— И как долго?
Она намазывала глазурь на верхнюю часть торта, и ее аромат сводил меня с ума.
— Хм? Что как долго?
— Будешь печь торты?
— Столько, сколько потребуется, — ответила она, отмахнувшись от меня, словно от назойливой мухи.
— Отлично. Пеки. Как можно больше в день. Заморозь их.
— Не-а. Ты настаивал на свежих тортах. Значит придерживаемся этого. И каждый третий день.
— Ты испытываешь мое терпение. Я прикажу тебя увезти.
— Попробуй. Я снова вернусь. На этот раз ты не победишь. — Она скрестила руки на груди. — Я такая же упрямая, как и ты, старик. Мы можем сделать это сложным или легким путем.
— И как же?
— Самый простой способ — это выгнать меня. Я буду продолжать занимать деньги и возвращаться.
— Я продам виллу.
— Я скажу Паоло, чтобы он купил ее. Ты же сам сказал, я получу все, что хочу. Я приеду в Неаполь. В Лондон. Я знаю все твои адреса.
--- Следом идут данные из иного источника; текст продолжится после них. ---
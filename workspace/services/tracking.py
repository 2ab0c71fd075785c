"""Tracked analyses and updates: the parameter sets a network re-runs on each new version, the runs
of one update, the change report against the previous version, and community labels that stay put.

An *update* runs every tracked set of a network on one version (after an import of a new version,
or on request) through the ordinary run path (:func:`workspace.services.runs.launch`: a ``running``
record, compute with no transaction open, the outcome; progress and cancellation as for any run).
Each tracked run is then compared with the previous version's run of the same parameter-set version
by :func:`workspace.services.diffs.diff_runs`, the function behind ``cutbook diff``, so the change
report holds exactly what ``diff`` gives on the same two runs.

*Shown labels.* A stored membership keeps its canonical numbering (labels by first appearance in
node order; the membership hash is over it). What people see is renumbered: each community of the
new run takes the shown label of the previous run's community it is matched to (maximum total
overlap, Kuhn 1955, as the diff matches), and every unmatched community a fresh number never used
before along that chain. The renumbering of a tracked run is stored with its update
(``tracked_update_runs.labels_json``), so tables, exports and the report agree and can be revisited.
"""

from __future__ import annotations

import json
import os
import socket
from typing import TYPE_CHECKING, Any, Callable

from sqlalchemy import select

from workspace.domain import VersionRef
from workspace.errors import Cancelled, ConflictError, CutbookError, NotFoundError, UsageError
from workspace.services import iso_time
from workspace.services.liveness import _process_alive, _process_token
from workspace.store.db import Store
from workspace.store.schema import (
    Network, NetworkVersion, ParamSet, ParamSetVersion, Project, Run, TrackedSet, TrackedUpdate,
    TrackedUpdateRun,
)

if TYPE_CHECKING:
    import numpy as np

    from workspace.services.runs import RunSpec

Progress = Callable[[str, int, int | None], None]
#: Event kinds a change report counts (those of ``workspace.compare.events``).
EVENT_KINDS = ("split", "merged", "dissolved", "new", "grown", "shrunk", "kept")


# --- tracked sets ------------------------------------------------------------------------------------

def _network_of(s, ref: str) -> tuple[VersionRef, Network]:
    from workspace.services.networks import network_not_found
    from workspace.store import repo

    vref = VersionRef.parse(ref)
    if vref.version is not None:
        raise UsageError(f"tracked sets belong to a network: give PROJECT/NETWORK, not {ref!r}")
    net = repo.find_network(s, vref.project, vref.network)
    if net is None:
        raise network_not_found(s, vref.project, vref.network)
    return vref, net


def _params_ref(s, psv_id: int) -> str:
    psv = s.get(ParamSetVersion, psv_id)
    ps = s.get(ParamSet, psv.param_set_id)
    proj = s.get(Project, ps.project_id)
    return f"{proj.name}/{ps.name}@{psv.number}"


def _tracked_row(s, t: TrackedSet) -> dict[str, Any]:
    psv = s.get(ParamSetVersion, t.param_set_version_id)
    return {"params": _params_ref(s, t.param_set_version_id), "method": psv.method, "k": psv.k,
            "values": json.loads(psv.values_json), "added": iso_time(t.created_at),
            "by": t.created_by}


def add_tracked(store: Store, network: str, params_ref: str) -> dict[str, Any]:
    """Track a parameter-set version on a network (``P/NAME`` tracks its latest version, pinned).

    Raises ConflictError when it is tracked already, UsageError when the set belongs to another project.
    """
    from workspace.services.params import find_params

    with store.write() as s:
        vref, net = _network_of(s, network)
        project, name, psv = find_params(s, params_ref)
        if project != vref.project:
            raise UsageError(f"parameter set {params_ref} belongs to project {project!r}, not {vref.project!r}")
        if s.scalar(select(TrackedSet.id).where(TrackedSet.network_id == net.id,
                                                TrackedSet.param_set_version_id == psv.id)) is not None:
            raise ConflictError(f"{project}/{name}@{psv.number} is tracked on {network} already")
        from workspace.store import repo

        t = TrackedSet(network_id=net.id, param_set_version_id=psv.id, created_at=repo.utcnow())
        s.add(t)
        s.flush()
        return {"network": f"{vref.project}/{vref.network}", "added": _tracked_row(s, t),
                "tracked": _tracked_rows(s, net.id)}


def remove_tracked(store: Store, network: str, params_ref: str) -> dict[str, Any]:
    """Stop tracking a parameter-set version (``P/NAME`` without ``@V``: every tracked version of it).
    Runs and updates made so far are kept."""
    from workspace.services.params import parse_params_ref

    project, name, number = parse_params_ref(params_ref)
    with store.write() as s:
        vref, net = _network_of(s, network)
        q = (select(TrackedSet).join(ParamSetVersion, ParamSetVersion.id == TrackedSet.param_set_version_id)
             .join(ParamSet, ParamSet.id == ParamSetVersion.param_set_id)
             .join(Project, Project.id == ParamSet.project_id)
             .where(TrackedSet.network_id == net.id, Project.name == project, ParamSet.name == name))
        if number is not None:
            q = q.where(ParamSetVersion.number == number)
        found = s.scalars(q).all()
        if not found:
            raise NotFoundError(f"{params_ref} is not tracked on {vref.project}/{vref.network}")
        removed = [_params_ref(s, t.param_set_version_id) for t in found]
        for t in found:
            s.delete(t)
        s.flush()
        return {"network": f"{vref.project}/{vref.network}", "removed": removed,
                "tracked": _tracked_rows(s, net.id)}


def _tracked_rows(s, network_id: int) -> list[dict[str, Any]]:
    rows = s.scalars(select(TrackedSet).where(TrackedSet.network_id == network_id).order_by(TrackedSet.id)).all()
    return [_tracked_row(s, t) for t in rows]


def list_tracked(store: Store, network: str) -> dict[str, Any]:
    """The tracked parameter-set versions of a network, in the order they were added."""
    with store.read() as s:
        vref, net = _network_of(s, network)
        return {"network": f"{vref.project}/{vref.network}", "tracked": _tracked_rows(s, net.id)}


# --- one update --------------------------------------------------------------------------------------

def _tracked_spec(store: Store, version_ref: str, params_ref: str) -> RunSpec:
    """The run spec of one tracked set on one version: the ONE place every tracked run is prepared.

    Warm-started (``warm="auto"``): the eigensolver starts from the previous version's cached
    embedding of the same operator, else from its run of the same parameters, mapped by node id; a
    cold solve when there is neither (see :mod:`workspace.services.warmstart`).
    """
    from workspace.services.runs import prepare_run

    return prepare_run(store, version_ref, params_ref=params_ref, warm="auto")


def _previous_run(s, network_id: int, number: int, psv_id: int) -> tuple[int | None, int | None]:
    """(run id, version id) of the newest finished run of this parameter-set version on the newest
    earlier version of the network that has one; (None, None) when there is none."""
    row = s.execute(select(Run.id, NetworkVersion.id)
                    .join(NetworkVersion, NetworkVersion.id == Run.version_id)
                    .where(NetworkVersion.network_id == network_id, NetworkVersion.number < number,
                           Run.param_set_version_id == psv_id, Run.status == "done",
                           Run.membership_blob.is_not(None))
                    .order_by(NetworkVersion.number.desc(), Run.id.desc()).limit(1)).first()
    return (row[0], row[1]) if row else (None, None)


def shown_map(s, run_id: int) -> dict[str, Any] | None:
    """The stored renumbering of a run made by an update (``aligned_to``, ``map``, ``next``), or None."""
    text = s.scalar(select(TrackedUpdateRun.labels_json).where(TrackedUpdateRun.run_id == run_id,
                                                              TrackedUpdateRun.labels_json.is_not(None))
                    .order_by(TrackedUpdateRun.update_id.desc()).limit(1))
    return json.loads(text) if text else None


def shown_labels_of(store: Store, run_id: int) -> dict[str, Any] | None:
    """:func:`shown_map` in its own read."""
    with store.read() as s:
        return shown_map(s, run_id)
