def narrowed_to(q, ref: str | None):
    """``q`` (a select joining ``NetworkVersion``, ``Network`` and ``Project``) narrowed to a
    project (``P``), a network (``P/N``) or a version (``P/N@V``); unchanged for no ``ref``."""
    if not ref:
        return q
    if "/" not in ref:
        return q.where(Project.name == ref)
    vref = VersionRef.parse(ref)
    q = q.where(Project.name == vref.project, Network.name == vref.network)
    return q if vref.version is None else q.where(NetworkVersion.number == vref.version)


def list_runs(store: Store, ref: str | None = None, *, limit: int | None = None, offset: int = 0,
              status: str | None = None) -> list[dict[str, Any]]:
    """Runs, newest first; ``ref`` narrows to a project (``P``), network (``P/N``) or version (``P/N@V``)."""
    q = narrowed_to(_runs_query(), ref)
    if status:
        q = q.where(Run.status == status)
    q = q.order_by(Run.id.desc()).offset(offset)
    if limit is not None:
        q = q.limit(limit)
    with store.read() as s:
        rows = [_run_row_dict(r, p, n, v) for r, p, n, v in s.execute(q).all()]
        _with_tags(s, "run", rows, "run")
        return rows


def _with_tags(s, kind: str, rows: list[dict[str, Any]], key: str, ids: list[int] | None = None) -> None:
    """Add each row's current ``tags`` (see :mod:`workspace.services.annotations`)."""
    from workspace.services.annotations import current_for

    ids = [r[key] for r in rows] if ids is None else ids
    ann = current_for(s, kind, ids)
    for row, row_id in zip(rows, ids):
        row["tags"] = ann.get(row_id, {}).get("tags", [])


def count_runs(store: Store) -> int:
    from sqlalchemy import func

    with store.read() as s:
        return int(s.scalar(select(func.count(Run.id))) or 0)


def _get_run(s, run_id: int):
    row = s.execute(_runs_query().where(Run.id == run_id)).first()
    if row is None:
        raise NotFoundError(f"no run {run_id}")
    return row


def load_membership(store: Store, run_id: int, *, packed: bool = False) -> tuple[Any, np.ndarray, dict[str, Any]]:
    """(node_ids, labels int64, run summary) of a finished run; with ``packed`` the node ids as
    stored (:class:`workspace.domain.PackedNodeIds`, decoded only where asked), else a numpy
    ``str`` array."""
    import numpy as np

    with store.read() as s:
        run, p, n, v = _get_run(s, run_id)
        if run.membership_blob is None:
            raise NotFoundError(f"run {run_id} has no membership (status {run.status})")
        version = s.get(NetworkVersion, run.version_id)
        node_ids = repo.load_packed_node_ids(s, version) if packed else repo.load_node_ids(s, version)
        labels = repo.get_array(s, run.membership_blob).astype(np.int64)
        return node_ids, labels, _run_row_dict(run, p, n, v)
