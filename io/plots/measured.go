package plots

import (
	"fmt"
	"image/color"
	"math"
	"sort"
	"strconv"

	"gonum.org/v1/plot"
	"gonum.org/v1/plot/plotter"
	"gonum.org/v1/plot/vg"
	"gonum.org/v1/plot/vg/draw"
)

// Measurements are the measurements of one data type for a plot against spatial frequency:
// squared visibilities, visibility or triple-product amplitudes, visibility or closure phases.
type Measurements struct {
	// Label names the quantity on the y axis and in the default title ("visibility
	// amplitude"); Unit is its unit, "" for a ratio or "°" for a phase.
	Label, Unit string
	// Phase says the values are angles in degrees: they are shown wrapped into (−180°, 180°],
	// error bars are cut at ±190° and models wrapped likewise.
	Phase bool
	// Triangle says Freq is the longest baseline of a closure triangle, which the x axis
	// then names.
	Triangle bool
	// Freq is each point's spatial frequency in cycles per radian.
	Freq []float64
	// Value and Err are the values and their 1σ errors (Err nil draws no error bars).
	Value, Err []float64
	// Wavelength is each point's wavelength in metres; when it holds more than one value the
	// data are coloured by wavelength from violet (shortest) to red (longest) with a colour
	// bar in µm. Nil draws the data in black.
	Wavelength []float64
	// Group, when GroupNames has several names, gives each point's group (an index into
	// GroupNames), e.g. its instrument: the data are then coloured by group, one legend
	// entry each, instead of by wavelength.
	Group      []int
	GroupNames []string
}

// Measured plots m against spatial frequency in Mλ: data with error bars, each model's values
// at the data points (ModelValues parallel to m.Value, in its unit) and each curve as a line.
// Data of several wavelengths are coloured by wavelength, with a colour bar (or by group); the
// models are then drawn in black, told apart by their shapes, and the curves in black, told
// apart by their dashes. Non-finite points are skipped (and, with
// Options.LogY, points not above zero, whose error bars are cut at a tenth of the value).
func Measured(m Measurements, models []ModelValues, curves []Curve, opt Options) (*Figure, error) {
	return measured(m, models, curves, opt, upperFirst(m.Label))
}

// measured is Measured with the default title.
func measured(m Measurements, models []ModelValues, curves []Curve, opt Options, title string) (*Figure, error) {
	name := m.Label
	if name == "" {
		name = "data"
	}
	n := len(m.Value)
	if len(m.Freq) != n || (m.Err != nil && len(m.Err) != n) || (m.Wavelength != nil && len(m.Wavelength) != n) || (m.Group != nil && len(m.Group) != n) {
		return nil, fmt.Errorf("plots: %s: %d values, %d frequencies, %d errors, %d wavelengths and %d groups", name, n, len(m.Freq), len(m.Err), len(m.Wavelength), len(m.Group))
	}
	grouped := m.Group != nil && len(m.GroupNames) > 1
	for _, g := range m.Group {
		if grouped && (g < 0 || g >= len(m.GroupNames)) {
			return nil, fmt.Errorf("plots: %s: group %d of %d names", name, g, len(m.GroupNames))
		}
	}
	logY := opt.LogY && !m.Phase
	pts := m.points(logY)
	if pts.Len() == 0 {
		return nil, fmt.Errorf("plots: %s: %w", name, ErrNoData)
	}
	xlabel := "spatial frequency (Mλ)"
	if m.Triangle {
		xlabel = "longest baseline of the triangle (Mλ)"
	}
	ylabel := m.Label
	if m.Unit != "" {
		ylabel += " (" + m.Unit + ")"
	}
	p := newPlot(opt.title(title), xlabel, ylabel)
	if logY {
		p.Y.Scale = plot.LogScale{}
		p.Y.Tick.Marker = logTicks{}
	}
	p.Add(plotter.NewGrid())
	lr := pts.lambdaRange()
	dataName := "data"
	if logY {
		if k := m.nonPositive(); k > 0 {
			dataName = "data (" + strconv.Itoa(k) + " ≤ 0 not shown)"
		}
	}
	entries := 1
	if grouped {
		lr = lambdaRange{math.Inf(1), math.Inf(-1)}
		names := make([]string, len(m.GroupNames))
		for g, gn := range m.GroupNames {
			names[g] = "data, " + gn
			if k := m.nonPositiveIn(g); logY && k > 0 {
				names[g] += " (" + strconv.Itoa(k) + " ≤ 0 not shown)"
			}
		}
		if err := addGroups(p, pts, m.Err != nil, names); err != nil {
			return nil, fmt.Errorf("plots: %s: %w", name, err)
		}
		entries = len(m.GroupNames)
	} else if err := addData(p, pts, m.Err != nil, dataName, lr); err != nil {
		return nil, fmt.Errorf("plots: %s: %w", name, err)
	}
	if err := addModels(p, pts, models, n, m.Phase, logY, lr.coloured() || grouped); err != nil {
		return nil, fmt.Errorf("plots: %s: %w", name, err)
	}
	if err := addCurves(p, curves, logY, lr.coloured() || grouped); err != nil {
		return nil, fmt.Errorf("plots: %s: %w", name, err)
	}
	p.X.Min = 0
	if m.Phase {
		// Phases are wrapped to ±180°: an error bar beyond that is cut at the axis rather
		// than stretching it (with the legend's room above, a 190° bar pushed the axis to
		// 630°).
		p.Y.Min, p.Y.Max = math.Max(p.Y.Min, -190), math.Min(p.Y.Max, 190)
	}
	padX(p, false)
	padY(p, logY)
	roomForLegend(p, entries+len(models)+len(curves), logY)
	if m.Phase {
		p.Y.Tick.Marker = degreeTicks{}
	}
	return withColorBar(p, lr.bar(), opt, false), nil
}

// nonPositive returns the number of points of m with finite coordinates and a value not
// above zero, which a logarithmic axis cannot show.
func (m *Measurements) nonPositive() int {
	k := 0
	for i, v := range m.Value {
		if finite(m.Freq[i], v) && v <= 0 {
			k++
		}
	}
	return k
}

// nonPositiveIn is nonPositive for the points of group g.
func (m *Measurements) nonPositiveIn(g int) int {
	k := 0
	for i, v := range m.Value {
		if m.Group[i] == g && finite(m.Freq[i], v) && v <= 0 {
			k++
		}
	}
	return k
}

// points returns the finite points of m (with logY, the positive ones), phases wrapped and
// error bars cut as Measured draws them.
func (m *Measurements) points(logY bool) dataPoints {
	var pts dataPoints
	for i := range m.Value {
		x, y, e, l := m.Freq[i]/MegaLambda, m.Value[i], 0.0, 0.0
		if m.Err != nil {
			e = m.Err[i]
		}
		if m.Wavelength != nil {
			l = m.Wavelength[i]
		}
		if !finite(x, y, e, l) || (logY && y <= 0) {
			continue
		}
		lo, hi := e, e
		switch {
		case m.Phase:
			// A bar is cut at ±190°, so that it does not run under the legend: beyond
			// ±180° it says only that the phase is unknown.
			y = WrapDegrees(y)
			lo, hi = math.Min(e, y+190), math.Min(e, 190-y)
		case logY:
			lo = math.Min(e, 0.9*y)
		}
		pts.add(i, x, y, lo, hi)
		pts.lam = append(pts.lam, l)
		if m.Group != nil {
			pts.grp = append(pts.grp, m.Group[i])
		}
	}
	return pts
}

// Constants of AutoLog (common practice, no source): a logarithmic axis is worth it when the
// positive values span more than autoLogSpan between their 5th and 95th percentiles, and
// harmless when at most autoLogDropped of the values are not positive (it cannot show them).
const (
	autoLogSpan    = 100
	autoLogDropped = 0.1
)

// AutoLog reports whether values (V², amplitudes) are better shown on a logarithmic axis:
// their positive values span more than two decades between the 5th and the 95th
// percentile, and at most a tenth of the finite values are zero or negative. Measured
// names the points a logarithmic axis leaves out in the legend.
func AutoLog(values []float64) bool {
	var pos []float64
	nonpos := 0
	for _, v := range values {
		switch {
		case !finite(v):
		case v > 0:
			pos = append(pos, v)
		default:
			nonpos++
		}
	}
	if len(pos) < 2 || float64(nonpos) > autoLogDropped*float64(nonpos+len(pos)) {
		return false
	}
	sort.Float64s(pos)
	at := func(q float64) float64 { return pos[int(math.Round(q*float64(len(pos)-1)))] }
	return at(0.95) > autoLogSpan*at(0.05)
}

// lambdaRange is the range of the wavelengths of a plot's points (metres).
type lambdaRange struct{ min, max float64 }

// coloured reports whether the points span several wavelengths and are coloured by them.
func (r lambdaRange) coloured() bool { return r.max > r.min }

// color returns the colour of wavelength l.
func (r lambdaRange) color(l float64) color.Color {
	return wavelengthColor((l - r.min) / (r.max - r.min))
}

// bar returns the colour bar of the wavelengths in µm, nil when the points are not coloured.
func (r lambdaRange) bar() *plot.Plot {
	if !r.coloured() {
		return nil
	}
	bar := newPlot("", "", "wavelength (µm)")
	bar.HideX()
	bar.Y.Label.TextStyle.Font.Size = 12
	bar.Add(&plotter.ColorBar{ColorMap: &rangeMap{min: r.min * 1e6, max: r.max * 1e6, alpha: 1, at: wavelengthColor}, Vertical: true})
	return bar
}

func (d dataPoints) lambdaRange() lambdaRange {
	r := lambdaRange{math.Inf(1), math.Inf(-1)}
	for _, l := range d.lam {
		r.min, r.max = math.Min(r.min, l), math.Max(r.max, l)
	}
	return r
}

// upperFirst returns s with its first letter in upper case ("closure phase" → "Closure
// phase"); symbols such as "V²" are unchanged.
func upperFirst(s string) string {
	for i, r := range s {
		if r >= 'a' && r <= 'z' {
			return s[:i] + string(r-'a'+'A') + s[i+1:]
		}
		break
	}
	return s
}

// addErrorBars adds the vertical error bars of d to p, thin and grey under the points.
func addErrorBars(p *plot.Plot, d dataPoints) error {
	e, err := plotter.NewYErrorBars(d)
	if err != nil {
		return err
	}
	e.LineStyle.Color = color.Gray{110}
	e.LineStyle.Width = vg.Points(0.6)
	e.CapWidth = vg.Points(2.5)
	p.Add(e)
	return nil
}

// addGroups adds the data as points with error bars, coloured by group from the palette, with
// the legend entry names[g] for group g.
func addGroups(p *plot.Plot, d dataPoints, withErr bool, names []string) error {
	if withErr {
		if err := addErrorBars(p, d); err != nil {
			return err
		}
	}
	for g, gn := range names {
		var xy plotter.XYs
		for k := range d.xy {
			if d.grp[k] == g {
				xy = append(xy, d.xy[k])
			}
		}
		if len(xy) == 0 {
			continue
		}
		s, err := plotter.NewScatter(xy)
		if err != nil {
			return err
		}
		s.GlyphStyle = dataGlyph
		s.GlyphStyle.Radius = vg.Points(2.2)
		s.GlyphStyle.Color = seriesColor(g)
		p.Add(s)
		p.Legend.Add(gn, s)
	}
	return nil
}

// dataGlyph is the glyph of a data point.
var dataGlyph = draw.GlyphStyle{Shape: draw.CircleGlyph{}, Radius: vg.Points(1.8), Color: color.Black}
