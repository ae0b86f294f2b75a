// Package plots draws the diagnostic plots of interferometric data and
// fits as PNG files, with gonum.org/v1/plot: the (u,v) coverage, squared
// visibilities and closure phases against spatial frequency with models
// overlaid, normalised residuals, L-curves of regularization-weight paths
// and χ² maps of grid searches.
//
// # Inputs and units
//
// The functions take plain slices, so any stage of vcz can call them.
// Spatial frequencies are given in cycles per radian as in the data model
// (u = UCOORD/λ towards the east, v = VCOORD/λ towards the north,
// CONVENTIONS.md) and plotted in Mλ (MegaLambda = 10⁶ cycles per radian);
// wavelengths are in metres and shown in µm; phases are in degrees and
// shown wrapped into (−180°, 180°]. A closure phase is plotted against the
// longest baseline of its triangle, whose third side is (u1 + u2, v1 + v2)
// as defined for OI_T3 (Pauls et al. 2005, PASP 117, 1255).
//
// Points with a non-finite coordinate, value or error are skipped (and on
// a logarithmic axis, points not above zero). When nothing is left the
// functions return an error wrapping ErrNoData; slices of inconsistent
// lengths give an error naming them.
//
// # Appearance
//
// Every plot has a title, axis labels with units, a legend when it shows
// more than the data (one entry per model, so several regularizers can be
// compared on one plot) and a default size of 800 × 600 pixels at 96 dpi.
// Data are black with grey error bars; models and series use the
// colour-blind-safe palette of Okabe & Ito (2008). The (u,v) plane is drawn
// on equal axes with u increasing to the left, like the sky (east left);
// a χ² map of east offsets can be drawn the same way (Grid.InvertX).
//
// A Figure is rendered by Image, Encode (PNG to an io.Writer) or WriteFile,
// which writes through vcz/io/safefile so the file is complete or absent.
package plots
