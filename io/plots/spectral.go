package plots

import (
	"fmt"
	"math"

	"gonum.org/v1/plot/plotter"
	"gonum.org/v1/plot/vg"
	"gonum.org/v1/plot/vg/draw"
)

// SpectralSeries is one quantity of the planes of an image cube against wavelength: Y[k]
// at Wave[k] (m), drawn as a line with markers and named Label in the legend.
type SpectralSeries struct {
	Label   string
	Wave, Y []float64
}

// Spectral plots series against wavelength in µm on one y axis labelled ylabel (e.g. the
// photocentre and second-moment size of each plane in mas). Non-finite points are left
// out; a series without any finite point is left out of the plot, and ErrNoData is
// returned (wrapped) when none remains.
func Spectral(series []SpectralSeries, ylabel string, opt Options) (*Figure, error) {
	p := newPlot(opt.title("per plane against wavelength"), "wavelength (µm)", ylabel)
	p.Add(plotter.NewGrid())
	drawn := 0
	for i, s := range series {
		if len(s.Wave) != len(s.Y) {
			return nil, fmt.Errorf("plots: spectral series %q: %d wavelengths and %d values", s.Label, len(s.Wave), len(s.Y))
		}
		var pts plotter.XYs
		for k := range s.Y {
			if x := s.Wave[k] * 1e6; finite(x, s.Y[k]) {
				pts = append(pts, plotter.XY{X: x, Y: s.Y[k]})
			}
		}
		if len(pts) == 0 {
			continue
		}
		l, sc, err := plotter.NewLinePoints(pts)
		if err != nil {
			return nil, fmt.Errorf("plots: spectral series %q: %w", s.Label, err)
		}
		l.Color = seriesColor(i)
		l.Width = vg.Points(1.5)
		sc.GlyphStyle = draw.GlyphStyle{Shape: draw.CircleGlyph{}, Radius: vg.Points(3), Color: seriesColor(i)}
		p.Add(l, sc)
		p.Legend.Add(s.Label, l, sc)
		drawn++
	}
	if drawn == 0 {
		return nil, fmt.Errorf("plots: spectral plot: %w", ErrNoData)
	}
	if p.Y.Max-p.Y.Min < 1e-12*math.Max(math.Abs(p.Y.Max), 1) {
		// A flat series: give the axis some height around it.
		d := 0.05 * math.Max(math.Abs(p.Y.Max), 1)
		p.Y.Min, p.Y.Max = p.Y.Min-d, p.Y.Max+d
	}
	padX(p, false)
	p.X.Min -= 0.02 * (p.X.Max - p.X.Min)
	padY(p, false)
	roomForLegend(p, drawn, false)
	return single(p, opt), nil
}
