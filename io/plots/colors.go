package plots

import (
	"fmt"
	"image/color"
	"math"

	"gonum.org/v1/plot/palette"

	"vcz/io/preview"
)

// rangeMap is a palette.ColorMap over [min, max] given by a function of
// the fraction t in [0, 1].
type rangeMap struct {
	min, max, alpha float64
	at              func(t float64) color.Color
}

var _ palette.ColorMap = (*rangeMap)(nil)

func (m *rangeMap) At(v float64) (color.Color, error) {
	if !(v >= m.min && v <= m.max) {
		return nil, fmt.Errorf("plots: value %g outside the colour range [%g, %g]", v, m.min, m.max)
	}
	t := 0.0
	if m.max > m.min {
		t = (v - m.min) / (m.max - m.min)
	}
	return m.at(t), nil
}

func (m *rangeMap) Max() float64       { return m.max }
func (m *rangeMap) Min() float64       { return m.min }
func (m *rangeMap) SetMax(v float64)   { m.max = v }
func (m *rangeMap) SetMin(v float64)   { m.min = v }
func (m *rangeMap) Alpha() float64     { return m.alpha }
func (m *rangeMap) SetAlpha(a float64) { m.alpha = a }
func (m *rangeMap) Palette(n int) palette.Palette {
	cs := make([]color.Color, n)
	for i := range cs {
		t := 0.0
		if n > 1 {
			t = float64(i) / float64(n-1)
		}
		cs[i] = m.at(t)
	}
	return colors(cs)
}

type colors []color.Color

func (c colors) Colors() []color.Color { return c }

// wavelengthColor colours a wavelength by its fraction t of the range from
// the shortest (t = 0, violet-blue) to the longest (t = 1, red), as the
// colours of the visible spectrum run: hue from 260° down to 0° at full
// saturation and 85 % value, dark enough to read on white (common practice,
// no source).
func wavelengthColor(t float64) color.Color {
	t = math.Min(math.Max(t, 0), 1)
	return hsv((1-t)*260, 1, 0.85)
}

// hsv converts hue (degrees), saturation and value in [0, 1] to RGB by the
// hexcone model (Smith 1978, SIGGRAPH Comput. Graph. 12, 12).
func hsv(h, s, v float64) color.RGBA {
	h = math.Mod(h, 360) / 60
	i := math.Floor(h)
	f := h - i
	p, q, r := v*(1-s), v*(1-s*f), v*(1-s*(1-f))
	var R, G, B float64
	switch int(i) {
	case 0:
		R, G, B = v, r, p
	case 1:
		R, G, B = q, v, p
	case 2:
		R, G, B = p, v, r
	case 3:
		R, G, B = p, q, v
	case 4:
		R, G, B = r, p, v
	default:
		R, G, B = v, p, q
	}
	c := func(x float64) uint8 { return uint8(math.Round(255 * x)) }
	return color.RGBA{c(R), c(G), c(B), 255}
}

// cubehelixColor is the colour of the default cubehelix map (see package
// preview) at t, for χ² maps: dark for low χ².
func cubehelixColor(t float64) color.Color {
	return preview.DefaultCubehelix().At(t)
}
— Если это ты считаешь легким путем, то каков же тогда сложный?
— Ты признаешься, что любишь меня и хочешь, чтобы я была здесь, — мягко сказала она. — Так же сильно, как я люблю тебя и хочу быть здесь с тобой.
Я отпрянул назад, ошеломленный.
— Я знаю, что ты волнуешься. Мы можем справиться с этим вместе, Данте. Перестань быть Робин Гудом. Перестань избегать жизни и живи ею. Вместе со мной. Ты сделал меня цельной, дал мне почувствовать, что я что-то значу, и я не позволю тебе отнять это у меня, потому что ты боишься.
Она вздернула подбородок.
— Я никуда не уйду, приятель, так что привыкай к этому.
Девушка была прекрасна в своем гневе. Ее глаза сверкали, завеса слез заставляла их блестеть. Ее грудь вздымалась и опускалась от волнения. Когда злилась, ее голос становился глубоким, низким, почти рычащим.